**Input**
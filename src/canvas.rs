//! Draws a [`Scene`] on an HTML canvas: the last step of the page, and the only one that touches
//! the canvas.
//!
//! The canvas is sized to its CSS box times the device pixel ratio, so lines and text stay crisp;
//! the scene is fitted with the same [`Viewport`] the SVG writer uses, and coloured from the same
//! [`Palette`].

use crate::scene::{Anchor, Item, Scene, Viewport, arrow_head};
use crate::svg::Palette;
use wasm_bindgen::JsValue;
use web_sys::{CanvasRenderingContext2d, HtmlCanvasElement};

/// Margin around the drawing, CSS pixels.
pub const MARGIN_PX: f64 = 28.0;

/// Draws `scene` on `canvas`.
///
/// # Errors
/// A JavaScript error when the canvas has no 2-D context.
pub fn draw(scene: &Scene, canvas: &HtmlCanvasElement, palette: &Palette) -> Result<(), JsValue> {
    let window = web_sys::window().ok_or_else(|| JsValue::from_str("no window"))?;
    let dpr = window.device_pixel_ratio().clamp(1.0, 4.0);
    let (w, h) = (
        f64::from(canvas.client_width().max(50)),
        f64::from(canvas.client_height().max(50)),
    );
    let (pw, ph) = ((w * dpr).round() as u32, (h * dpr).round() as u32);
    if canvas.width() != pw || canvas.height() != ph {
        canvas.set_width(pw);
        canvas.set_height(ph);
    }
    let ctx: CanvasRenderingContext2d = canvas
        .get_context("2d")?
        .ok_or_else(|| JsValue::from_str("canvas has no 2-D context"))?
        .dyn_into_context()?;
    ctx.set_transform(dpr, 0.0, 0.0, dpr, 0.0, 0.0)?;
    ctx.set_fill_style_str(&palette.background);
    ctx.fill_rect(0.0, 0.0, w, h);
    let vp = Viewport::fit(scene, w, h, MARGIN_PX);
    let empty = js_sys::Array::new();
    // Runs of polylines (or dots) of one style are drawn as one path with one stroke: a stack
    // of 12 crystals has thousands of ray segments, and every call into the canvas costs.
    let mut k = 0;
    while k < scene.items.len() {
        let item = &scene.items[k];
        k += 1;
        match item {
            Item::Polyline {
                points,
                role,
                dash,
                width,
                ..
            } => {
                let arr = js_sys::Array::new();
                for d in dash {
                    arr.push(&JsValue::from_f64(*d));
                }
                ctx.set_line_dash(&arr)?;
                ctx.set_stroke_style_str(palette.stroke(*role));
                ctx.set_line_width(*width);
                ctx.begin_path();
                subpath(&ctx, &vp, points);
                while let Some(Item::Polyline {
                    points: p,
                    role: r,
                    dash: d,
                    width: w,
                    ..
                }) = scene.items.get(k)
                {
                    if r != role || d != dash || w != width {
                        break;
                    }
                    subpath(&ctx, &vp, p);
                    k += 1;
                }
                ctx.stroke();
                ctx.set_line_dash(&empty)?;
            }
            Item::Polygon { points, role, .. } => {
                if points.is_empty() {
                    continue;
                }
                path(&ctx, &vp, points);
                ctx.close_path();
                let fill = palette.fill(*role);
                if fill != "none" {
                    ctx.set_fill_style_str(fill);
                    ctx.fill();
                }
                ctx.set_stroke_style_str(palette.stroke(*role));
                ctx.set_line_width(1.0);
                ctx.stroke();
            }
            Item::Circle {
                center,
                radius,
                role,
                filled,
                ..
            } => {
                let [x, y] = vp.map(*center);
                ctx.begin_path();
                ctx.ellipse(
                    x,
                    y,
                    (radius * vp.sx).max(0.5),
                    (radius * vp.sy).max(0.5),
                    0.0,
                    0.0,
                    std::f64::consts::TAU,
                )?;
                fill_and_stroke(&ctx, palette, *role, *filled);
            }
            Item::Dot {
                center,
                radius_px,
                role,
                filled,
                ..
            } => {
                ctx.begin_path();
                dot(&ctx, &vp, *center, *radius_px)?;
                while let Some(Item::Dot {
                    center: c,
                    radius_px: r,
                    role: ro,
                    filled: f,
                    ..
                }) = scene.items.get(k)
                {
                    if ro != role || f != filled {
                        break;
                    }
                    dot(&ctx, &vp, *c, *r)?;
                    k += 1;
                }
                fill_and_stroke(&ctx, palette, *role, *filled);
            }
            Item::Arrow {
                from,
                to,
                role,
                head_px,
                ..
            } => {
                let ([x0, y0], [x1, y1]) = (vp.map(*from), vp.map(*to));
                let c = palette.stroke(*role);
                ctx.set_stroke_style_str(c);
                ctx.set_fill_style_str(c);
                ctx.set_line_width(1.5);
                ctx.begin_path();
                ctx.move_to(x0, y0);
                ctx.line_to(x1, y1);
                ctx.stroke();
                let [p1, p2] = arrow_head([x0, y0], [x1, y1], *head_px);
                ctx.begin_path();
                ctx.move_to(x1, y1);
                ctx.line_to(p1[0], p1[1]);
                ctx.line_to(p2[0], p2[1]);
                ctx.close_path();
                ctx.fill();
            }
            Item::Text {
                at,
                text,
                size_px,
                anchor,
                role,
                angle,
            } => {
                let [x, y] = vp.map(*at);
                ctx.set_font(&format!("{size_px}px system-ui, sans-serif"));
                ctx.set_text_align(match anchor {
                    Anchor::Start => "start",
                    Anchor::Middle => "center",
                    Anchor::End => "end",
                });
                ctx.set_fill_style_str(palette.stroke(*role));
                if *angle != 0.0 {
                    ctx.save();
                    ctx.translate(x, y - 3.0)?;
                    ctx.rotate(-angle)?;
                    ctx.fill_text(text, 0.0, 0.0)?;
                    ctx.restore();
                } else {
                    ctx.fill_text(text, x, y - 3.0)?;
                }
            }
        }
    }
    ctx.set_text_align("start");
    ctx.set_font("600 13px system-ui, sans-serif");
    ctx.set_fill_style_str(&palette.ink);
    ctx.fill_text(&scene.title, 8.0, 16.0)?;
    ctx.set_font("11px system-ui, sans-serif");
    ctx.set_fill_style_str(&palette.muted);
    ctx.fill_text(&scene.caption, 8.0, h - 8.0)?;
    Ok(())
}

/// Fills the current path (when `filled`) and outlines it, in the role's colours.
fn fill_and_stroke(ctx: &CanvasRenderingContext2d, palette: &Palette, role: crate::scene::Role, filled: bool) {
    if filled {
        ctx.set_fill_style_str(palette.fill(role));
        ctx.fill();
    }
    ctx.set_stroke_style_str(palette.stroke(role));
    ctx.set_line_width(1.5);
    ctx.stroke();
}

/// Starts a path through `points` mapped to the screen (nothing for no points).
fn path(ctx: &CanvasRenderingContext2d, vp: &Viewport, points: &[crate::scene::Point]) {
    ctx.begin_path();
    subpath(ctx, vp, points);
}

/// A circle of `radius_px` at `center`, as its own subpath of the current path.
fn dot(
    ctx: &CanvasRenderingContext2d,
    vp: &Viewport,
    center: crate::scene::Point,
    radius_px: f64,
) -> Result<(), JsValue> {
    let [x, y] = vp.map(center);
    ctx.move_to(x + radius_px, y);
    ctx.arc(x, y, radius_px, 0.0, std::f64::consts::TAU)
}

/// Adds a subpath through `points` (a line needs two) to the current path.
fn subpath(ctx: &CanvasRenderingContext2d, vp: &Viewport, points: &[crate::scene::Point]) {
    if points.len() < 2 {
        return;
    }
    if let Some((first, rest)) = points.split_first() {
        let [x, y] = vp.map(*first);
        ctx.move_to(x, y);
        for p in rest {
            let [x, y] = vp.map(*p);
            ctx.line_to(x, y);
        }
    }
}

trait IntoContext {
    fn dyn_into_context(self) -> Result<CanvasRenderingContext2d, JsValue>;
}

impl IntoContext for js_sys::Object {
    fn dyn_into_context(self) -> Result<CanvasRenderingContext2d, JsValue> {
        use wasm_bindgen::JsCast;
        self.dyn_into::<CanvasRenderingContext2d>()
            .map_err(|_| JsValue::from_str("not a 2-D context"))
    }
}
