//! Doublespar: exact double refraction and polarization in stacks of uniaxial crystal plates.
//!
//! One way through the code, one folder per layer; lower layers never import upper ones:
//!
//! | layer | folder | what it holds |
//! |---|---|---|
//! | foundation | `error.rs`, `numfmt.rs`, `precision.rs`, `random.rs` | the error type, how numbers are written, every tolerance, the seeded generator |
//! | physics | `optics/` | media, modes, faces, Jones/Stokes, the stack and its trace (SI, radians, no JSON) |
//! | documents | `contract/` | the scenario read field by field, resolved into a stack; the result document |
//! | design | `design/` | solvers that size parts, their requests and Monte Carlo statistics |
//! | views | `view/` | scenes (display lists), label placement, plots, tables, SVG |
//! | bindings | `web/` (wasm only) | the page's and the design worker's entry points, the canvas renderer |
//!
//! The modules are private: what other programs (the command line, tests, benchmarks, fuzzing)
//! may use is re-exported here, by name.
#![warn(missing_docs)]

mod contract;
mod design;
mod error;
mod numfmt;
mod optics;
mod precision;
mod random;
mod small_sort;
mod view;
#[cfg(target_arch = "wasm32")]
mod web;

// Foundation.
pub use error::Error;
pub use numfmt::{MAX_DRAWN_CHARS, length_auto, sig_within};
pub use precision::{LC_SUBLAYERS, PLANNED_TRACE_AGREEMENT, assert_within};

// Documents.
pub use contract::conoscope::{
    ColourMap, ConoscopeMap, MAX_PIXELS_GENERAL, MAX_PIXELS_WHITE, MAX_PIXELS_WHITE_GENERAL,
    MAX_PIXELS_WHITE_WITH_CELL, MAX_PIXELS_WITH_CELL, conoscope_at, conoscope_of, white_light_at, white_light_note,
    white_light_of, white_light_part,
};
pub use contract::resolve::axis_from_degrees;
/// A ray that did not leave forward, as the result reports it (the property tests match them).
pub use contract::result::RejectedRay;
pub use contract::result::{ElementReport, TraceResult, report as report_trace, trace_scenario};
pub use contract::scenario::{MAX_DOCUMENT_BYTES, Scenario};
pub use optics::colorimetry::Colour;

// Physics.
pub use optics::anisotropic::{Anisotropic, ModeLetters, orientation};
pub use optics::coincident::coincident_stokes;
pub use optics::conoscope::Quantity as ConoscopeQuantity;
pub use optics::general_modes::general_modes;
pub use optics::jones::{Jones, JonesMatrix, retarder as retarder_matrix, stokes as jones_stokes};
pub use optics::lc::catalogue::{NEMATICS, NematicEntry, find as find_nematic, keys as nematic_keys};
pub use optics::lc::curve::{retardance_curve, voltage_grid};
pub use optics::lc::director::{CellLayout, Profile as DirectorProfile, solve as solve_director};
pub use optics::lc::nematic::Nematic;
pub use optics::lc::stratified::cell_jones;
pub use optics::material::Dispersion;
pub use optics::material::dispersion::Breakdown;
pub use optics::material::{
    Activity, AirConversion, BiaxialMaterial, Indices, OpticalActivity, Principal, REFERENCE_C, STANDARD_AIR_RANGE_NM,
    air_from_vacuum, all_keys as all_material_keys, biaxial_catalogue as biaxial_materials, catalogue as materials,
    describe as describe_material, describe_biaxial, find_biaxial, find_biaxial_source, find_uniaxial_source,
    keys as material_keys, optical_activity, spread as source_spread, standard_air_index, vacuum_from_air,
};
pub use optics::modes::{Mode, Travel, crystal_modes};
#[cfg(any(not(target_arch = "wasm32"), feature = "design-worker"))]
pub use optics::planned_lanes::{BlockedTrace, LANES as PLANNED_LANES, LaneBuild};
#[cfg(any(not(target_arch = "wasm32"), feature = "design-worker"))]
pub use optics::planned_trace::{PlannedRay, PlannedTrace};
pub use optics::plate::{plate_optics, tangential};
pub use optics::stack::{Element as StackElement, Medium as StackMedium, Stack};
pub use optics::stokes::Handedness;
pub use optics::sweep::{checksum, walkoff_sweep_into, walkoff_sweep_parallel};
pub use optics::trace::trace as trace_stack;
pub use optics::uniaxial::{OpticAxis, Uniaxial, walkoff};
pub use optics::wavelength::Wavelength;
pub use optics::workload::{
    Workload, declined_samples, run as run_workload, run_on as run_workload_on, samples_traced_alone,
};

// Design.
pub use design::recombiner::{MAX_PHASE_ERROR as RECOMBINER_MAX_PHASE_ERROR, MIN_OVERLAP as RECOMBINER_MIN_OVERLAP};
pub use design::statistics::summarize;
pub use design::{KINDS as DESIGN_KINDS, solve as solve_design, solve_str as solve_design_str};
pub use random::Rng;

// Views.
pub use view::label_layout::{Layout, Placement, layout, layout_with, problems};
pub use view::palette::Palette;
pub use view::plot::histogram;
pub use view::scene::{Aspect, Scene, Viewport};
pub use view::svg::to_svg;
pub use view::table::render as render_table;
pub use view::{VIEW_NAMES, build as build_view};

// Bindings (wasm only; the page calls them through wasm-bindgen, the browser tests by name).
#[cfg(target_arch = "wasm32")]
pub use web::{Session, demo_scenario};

**Action item**
The number of lines above where the word "through" occurs, and only that number, is the answer.

**Result below**
4